Der erste und zweite Block ist eigentlich selbsterklärend.Die "export" Option braucht nicht mehr drin stehen,kann aber.Ich vermute aktuelle Versionen von portage2paludis.bash schreiben export nicht mehr hinein.

Im dritten Block werden Pakete eingetragen welche den src_test nicht bestehen.Dieser ist bei Paludis,im Gegensatz zu Portage,immer an.Wenn der src_rest nicht bestanden wird bricht der Kompiliervorgang mit einem Fehler ab.Ärgerlich bei großen Paketen da er erst am Ende durchgeführt wird und nochmal begonnen werden muß.Oben angeführte Pakete sind für mein System.

Eine ausführlichere (nicht vollständige) Liste ist im Wiki:http://gentoo-wiki.com/HOWTO_Use_Portage_alternative_-_Paludis#Test_Fails .Wer Pakete findet die dort noch nicht gelistet sind möge diese bitte dort eintragen.
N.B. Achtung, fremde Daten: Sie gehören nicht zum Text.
"""Every skep instruction against Python integer arithmetic, with its cycle count.

skep is the second shipped machine (emu/machines/skep.toml, skep.md): 10-bit
words and addresses, an accumulator ``a`` that every ALU operation writes,
``b``, the pointer ``x``, the link register ``lr``, flags ``z n c``.
Programs are built with the machine's own encoder and run to a trailing
``stop`` on the fused and on the stepping path.

References: Python integers masked to 10 bits; carry after a subtraction is
the borrow (unsigned minuend smaller than the subtrahend), the convention
ref8 and skep share; a rotate goes through the carry, an 11-bit rotate of
``c:a`` (common practice, no source). The costs each test expects are
skep.md's table, written down here, not read from the machine file, so
a changed step list shows up.

skep's ring has a hold point after each of its two pulses, so a run stops
right after the cycle of the ``stop``: the cycles counted are exactly those
of the instructions run, and pc is one past the ``stop``.
"""

from __future__ import annotations

import pytest
from hypothesis import given, settings
from hypothesis import strategies as st

import emu

from cli_support import cli
from engine_support import Run, assert_only_changes, encode_forms, one_instruction, run_program

SKEP = emu.load_machine("skep")
FORMS = {ins.display: ins for ins in SKEP.instructions}
STOP_WORD = FORMS["stop"].encode({})[0]
VISIBLE = [reg.name for reg in SKEP.visible_registers]
FLAGS = list(SKEP.flags)
MASK = 0x3FF
REGS = ["a", "b", "x", "lr"]
PATHS = ["fused", "stepped"]
EXAMPLES = settings(max_examples=40, deadline=None)

word = st.integers(0, MASK)
bit = st.integers(0, 1)
flag_values = st.fixed_dictionaries({name: bit for name in FLAGS})
data_address = st.integers(0x100, MASK)   # clear of the program at the bottom

# The cost of each instruction, fetch included (skep.md, "What each costs").
COSTS = {
    "stop": 2, "nop": 1, "ret": 2, "call addr": 3, "mov rd, rs": 2, "ldi rd, k": 2,
    "in a, p": 2, "out p, a": 2, "shl a": 2, "shr a": 2, "rol a": 2, "ror a": 2,
    "not a": 2, "inx": 2, "clc": 2, "sec": 2,
    "ld rd, [addr]": 4, "st [addr], rs": 4, "ld rd, [x]": 4, "st [x], rs": 4,
}
ALU_OPS = ["add", "adc", "sub", "sbc", "and", "or", "xor", "cmp"]
COSTS |= {f"{op} rs": 4 for op in ALU_OPS} | {f"{op} #k": 4 for op in ALU_OPS}
COSTS |= {f"{op} [addr]": 6 for op in ALU_OPS}
JUMPS = {  # taken when …, from the flags before the jump
    "jmp": lambda z, n, c: True, "jz": lambda z, n, c: z, "jnz": lambda z, n, c: not z,
    "jc": lambda z, n, c: c, "jnc": lambda z, n, c: not c, "jn": lambda z, n, c: n,
    "jp": lambda z, n, c: not n, "jle": lambda z, n, c: c or z, "jgt": lambda z, n, c: not (c or z),
}
# (fewest, most) cycles of the instructions whose cost depends on the run
RANGES = {**{f"{j} addr": (2, 3) for j in JUMPS}, "loop addr": (3, 4), "get a": (3, None)}


def reference_alu(op: str, a: int, b: int, cin: int) -> tuple[int, int]:
    """(result, carry) of ``op`` on 10-bit a and b, by Python integer arithmetic."""
    if op in ("add", "adc"):
        total = a + b + (cin if op == "adc" else 0)
        return total % 1024, int(total > MASK)
    if op in ("sub", "sbc", "cmp"):
        taken = b + (cin if op == "sbc" else 0)
        return (a - taken) % 1024, int(a < taken)
    return {"and": a & b, "or": a | b, "xor": a ^ b}[op], 0


def test_the_reference_arithmetic_on_worked_examples():
    """10-bit two's complement by hand (common practice): 5 − 7 is 1022 (−2) with a
    borrow; 1023 + 1 is 0 with a carry; 0x2AA ^ 0x155 is 0x3FF."""
    assert reference_alu("sub", 5, 7, 0) == (1022, 1)
    assert reference_alu("add", 1023, 1, 0) == (0, 1)
    assert reference_alu("xor", 0x2AA, 0x155, 0) == (0x3FF, 0)
    assert reference_alu("sbc", 0, 0, 1) == (1023, 1)


def program(*parts: tuple[str, dict]) -> list[int]:
    return encode_forms(FORMS, *parts)


def execute(words, path, *, values=None, memory=None, **options) -> tuple[Run, int]:
    """The run of ``words`` with a stop appended, and that stop's address."""
    return run_program(SKEP, words + [STOP_WORD], path, values=values, memory=memory, **options), len(words)


def check(ran: tuple[Run, int], cycles: int, changes: dict[str, int], memory_changes=None, stop_at=None):
    """The run stopped at the ``stop`` at ``stop_at`` (default: the one ``execute`` appended)
    after ``cycles`` cycles, every register, flag and word is as expected and nothing else changed."""
    run, appended_stop = ran
    machine = run.emu
    stop_at = appended_stop if stop_at is None else stop_at
    assert (run.stop.kind, run.stop.address) == ("halted", stop_at)
    assert machine.cycles == cycles
    assert_only_changes(run, VISIBLE + FLAGS, {**run.before, "pc": stop_at + 1, **changes}, memory_changes)


def flags_of(result: int, carry: int) -> dict[str, int]:
    return {"z": int(result == 0), "n": result >> 9, "c": carry}


# ----- the ALU: register, constant and memory operands ----------------------------------------

@pytest.mark.parametrize("path", PATHS)
@pytest.mark.parametrize("op", ALU_OPS)
@EXAMPLES
@given(a=word, operand=word, flags=flag_values, source=st.sampled_from(["b", "x", "lr"]))
def test_alu_on_a_register(path, op, a, operand, flags, source):
    run = execute(program((f"{op} rs", {"rs": REGS.index(source)})), path,
                  values={"a": a, source: operand, **flags})
    result, carry = reference_alu(op, a, operand, flags["c"])
    check(run, 4 + 2, ({} if op == "cmp" else {"a": result}) | flags_of(result, carry))


@pytest.mark.parametrize("path", PATHS)
@pytest.mark.parametrize("op", ["add", "sub", "and"])
@EXAMPLES
@given(a=word, flags=flag_values)
def test_alu_on_a_itself(path, op, a, flags):
    run = execute(program((f"{op} rs", {"rs": 0})), path, values={"a": a, **flags})
    result, carry = reference_alu(op, a, a, flags["c"])
    check(run, 4 + 2, {"a": result} | flags_of(result, carry))


@pytest.mark.parametrize("path", PATHS)
@pytest.mark.parametrize("op", ALU_OPS)
@EXAMPLES
@given(a=word, k=st.integers(-512, MASK), flags=flag_values)
def test_alu_on_a_constant(path, op, a, k, flags):
    run = execute(program((f"{op} #k", {"k": k})), path, values={"a": a, **flags})
    result, carry = reference_alu(op, a, k % 1024, flags["c"])
    check(run, 4 + 2, ({} if op == "cmp" else {"a": result}) | flags_of(result, carry))


@pytest.mark.parametrize("path", PATHS)
@pytest.mark.parametrize("op", ALU_OPS)
@EXAMPLES
@given(a=word, value=word, address=data_address, flags=flag_values)
def test_alu_on_a_memory_word_takes_6_cycles(path, op, a, value, address, flags):
    run = execute(program((f"{op} [addr]", {"addr": address})), path, values={"a": a, **flags},
                  memory={address: value})
    result, carry = reference_alu(op, a, value, flags["c"])
    check(run, 6 + 2, ({} if op == "cmp" else {"a": result}) | flags_of(result, carry))


# ----- one-register operations ----------------------------------------------------------------

@pytest.mark.parametrize("path", PATHS)
@EXAMPLES
@given(a=word, flags=flag_values)
def test_shifts_rotates_and_not(path, a, flags):
    cin = flags["c"]
    expected = {
        "shl a": ((a << 1) & MASK, a >> 9), "shr a": (a >> 1, a & 1),
        "rol a": (((a << 1) | cin) & MASK, a >> 9), "ror a": ((a >> 1) | (cin << 9), a & 1),
        "not a": (~a & MASK, 0),
    }
    for display, (result, carry) in expected.items():
        run = execute(program((display, {})), path, values={"a": a, **flags})
        check(run, 2 + 2, {"a": result} | flags_of(result, carry))


@pytest.mark.parametrize("path", PATHS)
@EXAMPLES
@given(x=word, flags=flag_values)
def test_inx_wraps_and_leaves_the_flags(path, x, flags):
    run = execute(program(("inx", {})), path, values={"x": x, **flags})
    check(run, 2 + 2, {"x": (x + 1) % 1024})


@pytest.mark.parametrize("path", PATHS)
@EXAMPLES
@given(flags=flag_values)
def test_clc_and_sec(path, flags):
    check(execute(program(("clc", {})), path, values=flags), 4, {"c": 0})
    check(execute(program(("sec", {})), path, values=flags), 4, {"c": 1})


# ----- moves and memory -----------------------------------------------------------------------

@pytest.mark.parametrize("path", PATHS)
@EXAMPLES
@given(rd=st.sampled_from(REGS), rs=st.sampled_from(REGS), values=st.fixed_dictionaries({r: word for r in REGS}))
def test_mov(path, rd, rs, values):
    run = execute(program(("mov rd, rs", {"rd": REGS.index(rd), "rs": REGS.index(rs)})), path, values=values)
    check(run, 2 + 2, {rd: values[rs]})


@pytest.mark.parametrize("path", PATHS)
@EXAMPLES
@given(rd=st.sampled_from(REGS), k=st.integers(-512, MASK))
def test_ldi_stores_a_negative_constant_in_twos_complement(path, rd, k):
    run = execute(program(("ldi rd, k", {"rd": REGS.index(rd), "k": k})), path)
    check(run, 2 + 2, {rd: k % 1024})


@pytest.mark.parametrize("path", PATHS)
@EXAMPLES
@given(rd=st.sampled_from(REGS), address=data_address, value=word, old=word)
def test_ld_and_st_by_address(path, rd, address, value, old):
    run = execute(program(("ld rd, [addr]", {"rd": REGS.index(rd), "addr": address})), path,
                  memory={address: value})
    check(run, 4 + 2, {rd: value})
    run = execute(program(("st [addr], rs", {"rs": REGS.index(rd), "addr": address})), path,
                  values={rd: value}, memory={address: old})
    check(run, 4 + 2, {}, {address: value})


@pytest.mark.parametrize("path", PATHS)
@EXAMPLES
@given(rd=st.sampled_from(["a", "b", "lr"]), address=data_address, value=word, old=word)
def test_ld_and_st_through_x(path, rd, address, value, old):
    run = execute(program(("ld rd, [x]", {"rd": REGS.index(rd)})), path, values={"x": address},
                  memory={address: value})
    check(run, 4 + 2, {rd: value})
    run = execute(program(("st [x], rs", {"rs": REGS.index(rd)})), path, values={"x": address, rd: value},
                  memory={address: old})
    check(run, 4 + 2, {}, {address: value})


# ----- jumps, calls and the loop --------------------------------------------------------------

TARGET = 6   # the jumps' target: a stop of its own, past the one after the jump


def jump_program(display: str, target: int = TARGET) -> list[int]:
    words = program((display, {"addr": target}))
    return words + [STOP_WORD] + [FORMS["nop"].encode({})[0]] * (target - len(words) - 1)


@pytest.mark.parametrize("path", PATHS)
@pytest.mark.parametrize("jump", sorted(JUMPS))
@EXAMPLES
@given(flags=flag_values)
def test_jump_tests_the_flags_its_instruction_bits_choose(path, jump, flags):
    run = execute(jump_program(f"{jump} addr"), path, values=flags)
    taken = JUMPS[jump](flags["z"], flags["n"], flags["c"])
    check(run, (3 if taken else 2) + 2, {}, stop_at=TARGET if taken else 2)


def test_the_jumps_differ_only_in_the_four_condition_bits():
    """One set of micro-steps for all: bits 3…0 of the first word are the selector."""
    words = {j: FORMS[f"{j} addr"].encode({"addr": 0})[0] for j in JUMPS}
    assert {w >> 4 for w in words.values()} == {0b101000}
    assert len(set(words.values())) == len(JUMPS)
    assert len({tuple(FORMS[f"{j} addr"].steps) for j in JUMPS}) == 1


@pytest.mark.parametrize("path", PATHS)
@EXAMPLES
@given(lr=word)
def test_call_links_and_ret_returns(path, lr):
    run = execute(jump_program("call addr"), path, values={"lr": lr})
    check(run, 3 + 2, {"lr": 2}, stop_at=TARGET)
    words = program(("ret", {})) + [FORMS["nop"].encode({})[0]] * 3
    run = execute(words, path, values={"lr": 4})
    check(run, 2 + 2, {}, stop_at=4)


@pytest.mark.parametrize("path", PATHS)
@EXAMPLES
@given(x=word, flags=flag_values)
def test_loop_counts_x_down_and_jumps_while_it_is_not_0(path, x, flags):
    run = execute(jump_program("loop addr"), path, values={"x": x, **flags})
    left = (x - 1) % 1024
    if left:
        check(run, 4 + 2, {"x": left, "z": 0}, stop_at=TARGET)
    else:
        check(run, 3 + 2, {"x": 0, "z": 1}, stop_at=2)


# ----- ports ----------------------------------------------------------------------------------

@pytest.mark.parametrize("path", PATHS)
@EXAMPLES
@given(a=word, switches=word)
def test_in_and_out(path, a, switches):
    words = program(("out p, a", {"p": 1}), ("out p, a", {"p": 0}), ("in a, p", {"p": 0}))
    run = execute(words, path, values={"a": a}, switches=switches)
    check(run, 2 * 3 + 2, {"a": switches})
    assert run[0].emu.lamps == a and run[0].emu.output == bytes([a & 0xFF])


@pytest.mark.parametrize("path", PATHS)
@EXAMPLES
@given(byte=st.integers(0, 255))
def test_get_waits_for_input_then_takes_it(path, byte):
    run = execute(program(("get a", {})), path, input_bytes=bytes([byte]))
    check(run, 3 + 2, {"a": byte})
    starved, _ = execute(program(("get a", {})), path, max_cycles=50)
    assert starved.stop.kind != "halted" and starved.emu.cycles == 50 and starved.emu.pc == 1


# ----- the cost table -------------------------------------------------------------------------

def test_every_instruction_has_a_written_cost():
    assert set(COSTS) | set(RANGES) == set(FORMS) and not set(COSTS) & set(RANGES)


def test_isa_prints_the_cost_of_every_instruction(capsys):
    code, out, _err = cli(capsys, "isa", "--machine", "skep")
    assert code == 0
    lines = out.splitlines()
    header = next(line for line in lines if line.startswith("instruction "))
    flags_column = header.index("flags")
    rows = {}
    for line in lines[lines.index(header) + 1:]:
        display = line[:flags_column].split("  ")[0]
        if display in FORMS:
            rows[display] = line[:flags_column].split()[-1]
    for display, cost in COSTS.items():
        assert rows[display] == str(cost), display
    for display, (fewest, most) in RANGES.items():
        assert rows[display] == f"{fewest}–{'∞' if most is None else most}", display


@pytest.mark.parametrize("path", PATHS)
@pytest.mark.parametrize("display", sorted(COSTS))
def test_cycle_count_of_each_fixed_cost_instruction(path, display):
    ins = FORMS[display]
    words = ins.encode({name: 0x40 if name != "p" else 3 for name in ins.fields})
    assert one_instruction(SKEP, words, path, at=0x10).cycles == COSTS[display]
Die Tests können bei einigen wenigen Paketen sehr lange dauern.(Tipp:Mal den src_test von vim anschauen.)

http://paludis.pioto.org/faq.html#testfailures Link

FiXme:Es gibt in der bashrc sicher noch viele weitere Möglichkeiten.Kennt jemand Beispiele?

3.2 /etc/paludis/keywords.conf

Weiter geht es mit der /etc/paludis/keywords.conf.Diese ist das Äquivalent zu Portage' /etc/portage/package.keywords.Dort werden also Pakete eingetragen welche auf einem Stable-System 

aus Testing "scharfgeschaltet" werden sollen.Zudem wird dort festgelegt welchen Gentoo-Software-Zweig man haben möchte.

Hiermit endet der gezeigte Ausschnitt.